Building on our general introduction to Direction Cosines in the context of orthogonal curvilinear coordinate systems, and on our previous development of T3 (concentric oblate-spheroidal) and T5 (concentric elliptic) coordinate systems, here we explore the creation of a concentric ellipsoidal (T8) coordinate system. This is motivated by our desire to construct a fully analytically prescribable model of a nonuniform-density ellipsoidal configuration that is an analog to Riemann S-Type ellipsoids.

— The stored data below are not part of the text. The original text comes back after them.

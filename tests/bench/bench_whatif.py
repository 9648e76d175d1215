"""Benchmarks of sweeps (run: pytest tests/bench/bench_whatif.py -m bench -s).

Each benchmark PRINTS ratios against a reference measured in the same process; none
is a timed pass/fail test:

- per-sample cost against a plain run of the same scenario (``sim.world.run`` on the
  loaded scenario with the sample's values, which builds its layout and circuit): a
  sample re-uses the layout and a rewound circuit with its factorization
  (sim.whatif.runner);
- samples per second with ``jobs=1`` and ``jobs=2``, and their ratio (2 cores: at
  most 2; the pool's start and the parent's work bound it below that), with the CPU
  time per sample of all processes (this one and the pool's, from ``getrusage``): the
  work the pool adds, which the wall-clock ratio hides when other work shares the cores;
- the time of 10,000 samples of a small reversing-section layout with ``jobs=2``.

Layouts: tests/scenarios/whatif/race-uniform.yaml (one gap, one train: the small
layout) and scenarios/balloon-relay.yaml (a balloon loop, 60 s).
"""
from __future__ import annotations

import json
import os
import resource
import time

import pytest

from sim.scenario import load
from sim.whatif import sweep
from sim.whatif.runner import Runner
from sim.whatif.samplers import Design
from sim.world import run

pytestmark = pytest.mark.bench

SMALL = "tests/scenarios/whatif/race-uniform.yaml"
LOOP = "scenarios/balloon-relay.yaml"


def _cpu_s() -> float:
    """CPU seconds of this process and of its finished children (the pool's workers)."""
    me = resource.getrusage(resource.RUSAGE_SELF)
    kids = resource.getrusage(resource.RUSAGE_CHILDREN)
    return me.ru_utime + me.ru_stime + kids.ru_utime + kids.ru_stime


def _per_run_s(fn, n: int) -> float:
    fn()                                        # warm caches and imports
    t0 = time.perf_counter()
    for _ in range(n):
        fn()
    return (time.perf_counter() - t0) / n


@pytest.mark.parametrize("file,n", [(SMALL, 300), (LOOP, 60)])
def test_per_sample_cost_against_a_plain_run(file, n):
    """Each sample timed beside a plain run of the very same scenario (the sample's values
    applied, then ``sim.world.run``: layout and circuit built anew), interleaved so that
    the machine's load falls on both alike."""
    scn = load(file)
    d = Design(scn.vary, max(n, scn.samples), scn.seed)
    runner = Runner(scn, d.paths())
    runner.record(0, d.values(0))
    run(runner.scenario(d.values(0)))
    plain = sample = 0.0
    for i in range(n):
        values = d.values(i % d.n)
        t0 = time.perf_counter()
        run(runner.scenario(values))
        t1 = time.perf_counter()
        runner.record(i, values)
        t2 = time.perf_counter()
        plain += t1 - t0
        sample += t2 - t1
    print(f"\n{file}: plain run {plain / n * 1e3:.2f} ms, the same as a sample "
          f"{sample / n * 1e3:.2f} ms, ratio {sample / plain:.2f} (re-use: {runner.reuse})")


@pytest.mark.parametrize("file,samples", [(SMALL, 1000), (LOOP, 60)])
def test_samples_per_second_jobs_1_and_2(file, samples):
    scn = load(file)
    rates = {}
    cpu = {}
    summaries = {}
    for jobs in (1, 2):
        c0 = _cpu_s()
        res = sweep(scn, samples=samples, jobs=jobs)
        cpu[jobs] = (_cpu_s() - c0) / samples
        rates[jobs] = samples / res.wall_s
        summaries[jobs] = json.dumps(res.summary)
    assert summaries[1] == summaries[2]
    print(f"\n{file}: {samples} samples: jobs 1 {rates[1]:.0f}/s, jobs 2 {rates[2]:.0f}/s, "
          f"ratio {rates[2] / rates[1]:.2f}; CPU per sample (all processes) jobs 1 "
          f"{cpu[1] * 1e3:.2f} ms, jobs 2 {cpu[2] * 1e3:.2f} ms (ratio {cpu[2] / cpu[1]:.2f}); "
          f"load average now {os.getloadavg()[0]:.1f} on {os.cpu_count()} cores")


def test_ten_thousand_samples_of_a_small_layout():
    scn = load(SMALL)
    t0 = time.perf_counter()
    res = sweep(scn, samples=10_000, jobs=2)
    wall = time.perf_counter() - t0
    plain = _per_run_s(lambda: run(scn), 50)
    print(f"\n10,000 samples of {SMALL} with jobs 2: {wall:.1f} s "
          f"({10_000 / wall:.0f} samples/s; {wall / (10_000 * plain):.2f} x the time of "
          f"10,000 plain runs in one process)")
    assert res.summary["samples"] == 10_000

Note that, in a separate but closely related discussion, we made attempts to define this coordinate system, numbering the trials up through "T7." In this "T7" effort, we were able to define a set of three, mutually orthogonal unit vectors that should work to define a fully three-dimensional, concentric ellipsoidal coordinate system. But we were unable to figure out what coordinate function, $~\lambda_3(x, y, z)$, was associated with the third unit vector. In addition, we found the $~\lambda_2$ coordinate to be rather strange in that it was not oriented in a manner that resembled the classic spherical coordinate system. Here we begin by redefining the $~\lambda_2$ coordinate such that its associated $~\hat{e}_3$ unit vector lies parallel to the x-y plane.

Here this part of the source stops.